After recording an average revenue growth of 6.3 per cent for three consecutive quarters, corporate earnings for key sectors will likely dip to 4 per cent for the October-December period of 2016-17, owing to the Government’s demonetisation drive, said a Crisil report. Moreover, the impact of note ban, announced on November 8, will continue into the fourth quarter (January- March) of the current fiscal, it said.
“However, the pace of growth in the fourth quarter would still recover to 5-7 per cent. For the third quarter ended December 31, corporate topline growth is seen declining to 4.1 per cent on-year because of demonetisation,” it added.
As per the rating agency, revenue growth had picked up to an average 6.3 per cent in the preceding three quarters from around 1.7 per cent seen in the four quarters prior to that.
The analysis excluding banking, financial services and insurance (BFSI) and oil companies took into account expected results of 390 companies, which account for estimated 64 per cent of the market capitalisation of the National Stock Exchange (NSE) listed companies.
As consumer spending on discretionary items have dried up due to the currency swap exercise, Crisil said consumer- linked sectors like FMCG, housing, retail, telecom services and textiles are likely to see de-growth in Q3 of 2016-17.

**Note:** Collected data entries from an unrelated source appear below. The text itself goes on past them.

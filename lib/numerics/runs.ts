// Do residuals look like chance? Signs that come in long runs mean a model that bends differently from the readings,
// one residual far from the rest means a reading to look at again.
import { checkList, type NumberList } from "./lists.js";
import { median } from "./median.js";

/** Signs of residuals, counted in the order given. */
export interface RunsTest {
  readonly runs: number;
  readonly positive: number;
  readonly negative: number;
  /** Mean number of runs of so many signs in random order. */
  readonly expectedRuns: number;
  /** Chance of this many runs or fewer, 0 to 1, if the order of the signs were random; small means slow waves. */
  readonly probability: number;
  /** The smallest `probability` that so many signs of each kind can give: above 0.05 the test can find nothing. */
  readonly leastProbability: number;
}

/**
 * The runs test of Wald and Wolfowitz on the signs of residuals, one-sided: too few runs.
 *
 * - `residuals`: finite numbers in the order of what was varied; those equal to 0 are passed over.
 *
 * With n1 positive and n2 negative signs, P(R = 2k) = 2 C(n1-1, k-1) C(n2-1, k-1) / C(n1+n2, n1) and
 * P(R = 2k+1) = [C(n1-1, k) C(n2-1, k-1) + C(n1-1, k-1) C(n2-1, k)] / C(n1+n2, n1), summed up to the runs found: exact
 * for small samples. Signs of one kind only say nothing about their order: probability 1.
 *
 * Assumes independent signs. Residuals of a fit are not quite: p coefficients make a few more runs than chance does, so
 * a small probability means a misfit all the more.
 * @throws InputError when a residual is not a finite number or none is given.
 * @source A. Wald, J. Wolfowitz, Annals of Mathematical Statistics 11 (1940) 147-162, doi 10.1214/aoms/1177731909 (doi
 * from memory).
 * @example
 * ```ts
 * import { runsTest } from "resinwright";
 * runsTest([-1, -2, -1, 1, 2, 1, -1, -1]).runs; // → 3
 * runsTest([-1, -2, -1, 1, 2, 1, -1, -1]).probability; // → 0.1429
 * ```
 */
export function runsTest(residuals: NumberList): RunsTest {
  checkList("runsTest", "residuals", residuals);
  const signs = Array.from(residuals, Math.sign).filter((sign) => sign !== 0);
  const positive = signs.filter((sign) => sign > 0).length;
  const negative = signs.length - positive;
  const runs = signs.filter((sign, i) => sign !== signs[i - 1]).length;
  const upTo = (most: number): number => {
    let sum = 0;
    for (let r = 2; r <= most; r++) sum += chanceOf(r, positive, negative);
    return Math.min(sum, 1);
  };
  const mixed = positive > 0 && negative > 0;
  return {
    runs,
    positive,
    negative,
    expectedRuns: mixed ? 1 + (2 * positive * negative) / signs.length : runs,
    probability: mixed ? upTo(runs) : 1,
    leastProbability: mixed ? upTo(2) : 1,
  };
}

/**
 * How far each number lies from the median, in robust standard deviations: 0.6745 (r - median) / MAD, with its sign.
 *
 * - `residuals`: finite numbers in any order.
 *
 * MAD is the median of |r - median|; where it is 0, the mean of |r - median| over 0.7979 stands in for MAD / 0.6745, and
 * where that is 0 too, all scores are 0. A number of size above 3.5 deserves a second look.
 *
 * Assumes residuals that are normal but for a few; more than half of them wrong, and the score means nothing.
 * @throws InputError when a residual is not a finite number or none is given.
 * @source B. Iglewicz, D. C. Hoaglin, How to Detect and Handle Outliers, ASQC 1993 (from memory): score and limit.
 * @example
 * ```ts
 * import { robustScores } from "resinwright";
 * robustScores([0.1, -0.2, 0, 0.2, -0.1, 3])[5]; // → 13.3
 * ```
 */
export function robustScores(residuals: NumberList): number[] {
  checkList("robustScores", "residuals", residuals);
  const centre = median(Array.from(residuals));
  const distances = Array.from(residuals, (r) => Math.abs(r - centre));
  const mean = distances.reduce((sum, d) => sum + d, 0) / distances.length;
  const spread = median(distances) / NORMAL_MEDIAN || mean / NORMAL_MEAN;
  return Array.from(residuals, (r) => (spread === 0 ? 0 : (r - centre) / spread));
}

/** Of |z| for standard normal z: its median, and its mean sqrt(2 / pi). */
const NORMAL_MEDIAN = 0.674489750196082;
const NORMAL_MEAN = Math.sqrt(2 / Math.PI);

function chanceOf(runs: number, n1: number, n2: number): number {
  const k = Math.floor(runs / 2);
  const ways = (a: number, b: number): number =>
    Math.exp(lnChoose(n1 - 1, a) + lnChoose(n2 - 1, b) - lnChoose(n1 + n2, n1));
  return runs % 2 === 0 ? 2 * ways(k - 1, k - 1) : ways(k, k - 1) + ways(k - 1, k);
}

/** ln of n over k, as a sum of logarithms: exact enough for any table of readings, never too large, and -Infinity for k = n + 1. */
function lnChoose(n: number, k: number): number {
  let sum = 0;
  for (let i = 1; i <= k; i++) sum += Math.log((n - k + i) / i);
  return sum;
}
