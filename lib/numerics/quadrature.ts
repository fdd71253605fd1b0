// The area under a smooth curve: Gauss-Legendre on panels.
import { checkNumber, checkNumbers, InputError, positive } from "../door.js";

/** A smooth function and where to integrate it. */
export interface AreaProblem {
  readonly f: (x: number) => number;
  readonly low: number;
  readonly high: number;
  /** Widest panel, above 0: a width over which f is near a polynomial of degree 15. */
  readonly panel: number;
  /** Stands before each error message: which model asked. */
  readonly where: string;
}

/**
 * Integral of f from `low` to `high`, by the eight-point Gauss-Legendre rule on panels of equal width.
 * @throws InputError when `high` is below `low`, an argument is out of range, or f is not a finite number somewhere.
 * @source M. Abramowitz, I. A. Stegun, Handbook of Mathematical Functions, table 25.4 (nodes and weights from memory; the tests
 * hold them to the polynomials that the rule integrates exactly).
 */
export function areaUnder({ f, low, high, panel, where }: AreaProblem): number {
  checkNumbers(where, { low, panel }, { low: {}, panel: positive });
  checkNumber(high, { where, field: "high", min: low });
  if (high === low) return 0;
  const panels = Math.ceil((high - low) / panel);
  const half = (high - low) / panels / 2;
  let sum = 0;
  for (let k = 0; k < panels; k++) {
    const middle = low + (2 * k + 1) * half;
    for (const [node, weight] of rule) sum += weight * (f(middle - node * half) + f(middle + node * half));
  }
  if (Number.isFinite(sum)) return sum * half;
  throw new InputError(`${where}: the function to be integrated is not finite between ${low} and ${high}`);
}

const rule = [
  [0.1834346424956498, 0.362683783378362],
  [0.525532409916329, 0.3137066458778873],
  [0.7966664774136267, 0.2223810344533745],
  [0.9602898564975363, 0.1012285362903763],
] as const;
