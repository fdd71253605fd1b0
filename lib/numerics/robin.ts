// What series for diffusion through a surface that resists are made of: the roots of b tan b = Bi, and exp(q^2) erfc(q).
import { findRoot } from "./root.js";

/**
 * The n-th positive root (n from 0) of b tan b = Bi, with Bi above 0; it lies between n pi and (n + 1/2) pi.
 * @source H. S. Carslaw, J. C. Jaeger, Conduction of Heat in Solids, 2nd ed. 1959, appendix IV (from memory).
 */
export function robinRoot(n: number, biot: number): number {
  const f = (b: number): number => b * Math.sin(b) - biot * Math.cos(b);
  return findRoot({ f, low: n * Math.PI, high: (n + 0.5) * Math.PI, where: "robinRoot" });
}

/**
 * exp(q^2) erfc(q) for q of at least 0, without the first `skipped` terms (0 to 2) of its series sum of (-q)^n / Gamma(n/2 + 1).
 * @source Series and continued fraction 7.9.2 of the NIST Digital Library of Mathematical Functions (from memory).
 */
export function scaledErfc(q: number, skipped = 0): number {
  const first = [1, (-2 * q) / Math.sqrt(Math.PI)] as const;
  if (q >= 2) {
    const leading = first.slice(0, skipped).reduce((sum, term) => sum + term, 0);
    return continuedFraction(q) - leading;
  }
  const terms: [number, number] = [...first];
  let sum = 0;
  for (let n = 0; n < 120; n++) {
    const term = terms[n % 2]!;
    if (n >= skipped) sum += term;
    terms[n % 2] = (term * q * q) / (n / 2 + 1);
  }
  return sum;
}

/** (1 / sqrt(pi)) / (q + (1/2) / (q + 1 / (q + (3/2) / (q + ...)))), from the far end. */
function continuedFraction(q: number): number {
  let tail = q;
  for (let k = 120; k >= 1; k--) tail = q + k / 2 / tail;
  return 1 / (Math.sqrt(Math.PI) * tail);
}
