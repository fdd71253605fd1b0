// Solves systems whose unknowns couple only to their two neighbours: layers of a column, one after the other.
// It works in place on arrays the caller keeps, because transient models solve thousands of such systems.

/** A tridiagonal system: row i reads lower[i] x[i-1] + diagonal[i] x[i] + upper[i] x[i+1] = right[i]. */
export interface TridiagonalSystem {
  /** `lower[0]` is not used. */
  readonly lower: Float64Array;
  readonly diagonal: Float64Array;
  /** The last element is not used. */
  readonly upper: Float64Array;
  readonly right: Float64Array;
}

/**
 * Solves a tridiagonal system in place: `right` holds the solution afterwards; `diagonal` is used up.
 *
 * Elimination without exchange of rows, from both ends to the middle: the two halves do not wait for each other, which nearly halves
 * the time. Safe for systems in which each diagonal outweighs the rest of its row or column, as balances of diffusion and consumption
 * do; others may lose digits.
 * @source L. H. Thomas 1949, in G. H. Golub, C. F. Van Loan, Matrix Computations, 4th ed. 2013, section 4.3 (from memory); from both
 * ends derived for this library.
 */
export function solveTridiagonal(system: TridiagonalSystem): void {
  const { lower, diagonal, upper, right } = system;
  const last = right.length - 1;
  if (last < 2) return solveOneOrTwo(system);
  const middle = last >> 1;
  // i counts up from the first row, k down from the last; of an even number of rows the upper half has one more.
  let k = last;
  let inverse = 1 / diagonal[0]!;
  let reached = right[0]!;
  let inverseAbove = 1 / diagonal[last]!;
  let reachedAbove = right[last]!;
  diagonal[0] = inverse;
  diagonal[last] = inverseAbove;
  if (last % 2 === 1) {
    k--;
    const factorAbove = upper[k]! * inverseAbove;
    inverseAbove = 1 / (diagonal[k]! - factorAbove * lower[last]!);
    reachedAbove = right[k]! - factorAbove * reachedAbove;
    diagonal[k] = inverseAbove;
    right[k] = reachedAbove;
  }
  for (let i = 1; i < middle; i++) {
    k--;
    const factor = lower[i]! * inverse;
    const factorAbove = upper[k]! * inverseAbove;
    inverse = 1 / (diagonal[i]! - factor * upper[i - 1]!);
    inverseAbove = 1 / (diagonal[k]! - factorAbove * lower[k + 1]!);
    reached = right[i]! - factor * reached;
    reachedAbove = right[k]! - factorAbove * reachedAbove;
    diagonal[i] = inverse;
    diagonal[k] = inverseAbove;
    right[i] = reached;
    right[k] = reachedAbove;
  }
  const factor = lower[middle]! * inverse;
  const factorAbove = upper[middle]! * inverseAbove;
  const pivot = diagonal[middle]! - factor * upper[middle - 1]! - factorAbove * lower[middle + 1]!;
  let x = (right[middle]! - factor * reached - factorAbove * reachedAbove) / pivot;
  let xAbove = x;
  right[middle] = x;
  k = middle;
  for (let i = middle - 1; i >= 0; i--) {
    k++;
    x = (right[i]! - upper[i]! * x) * diagonal[i]!;
    xAbove = (right[k]! - lower[k]! * xAbove) * diagonal[k]!;
    right[i] = x;
    right[k] = xAbove;
  }
  if (k < last) right[last] = (right[last]! - lower[last]! * xAbove) * diagonal[last]!;
}

function solveOneOrTwo({ lower, diagonal, upper, right }: TridiagonalSystem): void {
  if (right.length === 1) {
    right[0]! /= diagonal[0]!;
    return;
  }
  const factor = lower[1]! / diagonal[0]!;
  right[1] = (right[1]! - factor * right[0]!) / (diagonal[1]! - factor * upper[0]!);
  right[0] = (right[0]! - upper[0]! * right[1]!) / diagonal[0]!;
}
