// Quantiles of the two distributions an interval needs: the normal and Student's t.
// The numbers come from jstat; this file gives them types, ranges and errors.
import jStat from "jstat";
import { checkNumbers } from "../door.js";

/**
 * The standard normal quantile: the z with P(Z <= z) = probability.
 *
 * - `probability`: above 0 and below 1.
 *
 * Good to 12 digits for probabilities from 1e-6 to 1 - 1e-6 and to 6 digits at 1e-12; finite, but rough, further out.
 * @throws InputError when the probability is not strictly between 0 and 1.
 * @source jstat 1.9.6, `normal.inv` (inverse complementary error function refined by Halley steps).
 * @example
 * ```ts
 * import { normalQuantile } from "resinwright";
 * normalQuantile({ probability: 0.975 }); // → 1.959964
 * ```
 */
export function normalQuantile({ probability }: { readonly probability: number }): number {
  checkNumbers("normalQuantile", { probability }, { probability: openUnit });
  return jStat.normal.inv(probability, 0, 1);
}

/**
 * The quantile of Student's t: the t with P(T <= t) = probability at the given degrees of freedom.
 *
 * - `probability`: from 1e-9 to 1 - 1e-9.
 * - `degreesOfFreedom`: from 1 to 100 000; need not be whole. Beyond, `normalQuantile` differs by less than 1e-4.
 *
 * Good to 7 digits or better over that range, except within 1e-3 of the median at large degrees of freedom,
 * where the quantile itself is almost 0.
 * @throws InputError when an argument is outside its range.
 * @source jstat 1.9.6, `studentt.inv` (inverse incomplete beta function).
 * @example
 * ```ts
 * import { studentQuantile } from "resinwright";
 * studentQuantile({ probability: 0.975, degreesOfFreedom: 10 }); // → 2.22814
 * ```
 */
export function studentQuantile(input: {
  readonly probability: number;
  readonly degreesOfFreedom: number;
}): number {
  checkNumbers("studentQuantile", input, {
    probability: { min: 1e-9, max: 1 - 1e-9 },
    degreesOfFreedom: { min: 1, max: 100_000, advice: "above 100000, use normalQuantile" },
  });
  return jStat.studentt.inv(input.probability, input.degreesOfFreedom);
}

const openUnit = {
  min: 0,
  above: true,
  max: 1 - Number.EPSILON / 2,
  advice: "0 and 1 themselves have no quantile",
};
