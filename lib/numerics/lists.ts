// Checks shared by the functions that take lists of numbers: every element is named by its place,
// so that the message points at the one reading that is wrong.
import { checkNumber, InputError, show, type NumberRule } from "../door.js";

/** A list of numbers as callers may hold it: a plain array or a typed one. */
export type NumberList = ArrayLike<number> & Iterable<number>;

/** The rule each element obeys, and how many elements there must be at least (1 unless given). */
export interface ListRule extends Omit<NumberRule, "where" | "field"> {
  readonly atLeast?: number;
}

/**
 * Refuses a list that is too short or holds a number outside the rule.
 * @throws InputError naming the list and the place of the element, counted from 0: `fractions[2]`.
 */
export function checkList(where: string, field: string, values: NumberList, rule: ListRule = {}): void {
  const { atLeast = 1, ...numberRule } = rule;
  if (typeof values !== "object" || values === null || typeof values.length !== "number") {
    throw new InputError(`${where}: ${field} is ${show(values)}; it must be a list of numbers`);
  }
  if (values.length < atLeast) {
    const held = values.length === 1 ? "1 number" : `${values.length} numbers`;
    throw new InputError(`${where}: ${field} holds ${held}; at least ${atLeast} must be given`);
  }
  const { min = -Infinity, max = Infinity, above } = numberRule;
  for (let i = 0; i < values.length; i++) {
    const value = values[i]!;
    // Most elements pass here, without the cost of a name: means over spectra check millions of them.
    if (Number.isFinite(value) && (above ? value > min : value >= min) && value <= max) continue;
    checkNumber(value, { where, field: `${field}[${i}]`, ...numberRule });
  }
}

/**
 * Refuses lists of different lengths.
 * @throws InputError naming every list with its length.
 */
export function checkSameLength(where: string, lists: Readonly<Record<string, NumberList>>): void {
  const lengths = Object.values(lists).map((list) => list.length);
  if (lengths.every((length) => length === lengths[0])) return;
  const given = Object.entries(lists).map(([field, list]) => `${field} holds ${list.length}`);
  throw new InputError(
    `${where}: ${given.join(", ")}; the lists must be of the same length, one element each per row`,
  );
}
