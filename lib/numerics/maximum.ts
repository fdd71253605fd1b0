// The highest point of a curve with one hump, where its slope is not at hand.
import { checkNumber, checkNumbers, InputError, positive } from "../door.js";

/** Where to look, and how near is near enough. */
export interface MaximumProblem {
  /** Rises to one maximum and falls after it, or only rises or only falls. */
  readonly f: (x: number) => number;
  readonly low: number;
  readonly high: number;
  /** How far off the x found may lie, above 0. */
  readonly tolerance: number;
  /** Stands before each error message: which model asked. */
  readonly where: string;
}

/**
 * The x between `low` and `high` at which f is greatest, within `tolerance`.
 * @throws InputError when `high` is not above `low`, or f is not a number somewhere in between.
 * @source J. Kiefer, Proc. Am. Math. Soc. 4 (1953) 502-506: golden-section search (from memory).
 */
export function findMaximum({ f, low, high, tolerance, where }: MaximumProblem): number {
  checkNumbers(where, { low, tolerance }, { low: {}, tolerance: positive });
  checkNumber(high, { where, field: "high", min: low, above: true });
  const value = (x: number): number => {
    const y = f(x);
    if (Number.isNaN(y)) throw new InputError(`${where}: the function to be maximised is NaN at ${x}`);
    return y;
  };
  let [a, b] = [low, high];
  let [x, y] = [b - GOLDEN * (b - a), a + GOLDEN * (b - a)];
  let [fx, fy] = [value(x), value(y)];
  while (b - a > tolerance) {
    if (fx >= fy) {
      [b, y, fy] = [y, x, fx];
      x = b - GOLDEN * (b - a);
      fx = value(x);
    } else {
      [a, x, fx] = [x, y, fy];
      y = a + GOLDEN * (b - a);
      fy = value(y);
    }
  }
  return (a + b) / 2;
}

const GOLDEN = (Math.sqrt(5) - 1) / 2;
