// The part of jstat this library calls; the package carries no types of its own.
declare module "jstat" {
  const jStat: {
    readonly normal: { inv(probability: number, mean: number, standardDeviation: number): number };
    readonly studentt: { inv(probability: number, degreesOfFreedom: number): number };
  };
  export default jStat;
}
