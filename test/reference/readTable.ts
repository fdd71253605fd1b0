// Reads a published table of this folder: lines that start with # say where it comes from, then a header, then numbers.
import { readFileSync } from "node:fs";

export type Table = Readonly<Record<string, readonly number[]>>;

/** The columns of a table by name, for example `readTable("viscosity/benzene__methyl-acrylate.csv")`. */
export function readTable(path: string): Table {
  const text = readFileSync(new URL(path, import.meta.url), "utf8");
  const [header, ...rows] = text.split(/\r?\n/).filter((line) => line !== "" && !line.startsWith("#"));
  const cells = rows.map((row) => row.split(",").map(Number));
  return Object.fromEntries(header!.split(",").map((name, j) => [name, cells.map((row) => row[j]!)]));
}

/** The blocks of rows of a file without headers, each block under its own # line. */
export function readBlocks(path: string): number[][][] {
  const text = readFileSync(new URL(path, import.meta.url), "utf8");
  const blocks = text.split(/^#.*\r?\n/m).filter((block) => block.trim() !== "");
  return blocks.map((block) =>
    block
      .trim()
      .split(/\r?\n/)
      .map((row) => row.split(",").map(Number)),
  );
}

“Despite a favourable monsoon and lower borrowing costs, we expect key consumption-driven sectors such as automobiles, telecom services and FMCG to record the slowest growth in two years,” Crisil Research senior director Prasad Koparkar said.
“On the other hand, steel product companies are expected to report a robust 25 per cent growth, primarily led by 18 per cent higher realisations helped by government support and robust export growth,” Koparkar added.
He noted that revenue growth of IT services companies has been gradually declining over the last couple of quarters.
“In the third quarter 2016-17, rupee revenue of IT services industry is projected to grow at a slower pace of 7 per cent on-year.”
Besides, gross revenue of the telecom services industry is expected to fall 11 per cent on-year on account of Reliance Jio’s entry and the decommissioning of high value notes.
The impact of Jio’s entry on revenue is expected to be more visible in urban areas, while demonetisation will have the maximum impact in rural regions, the report said.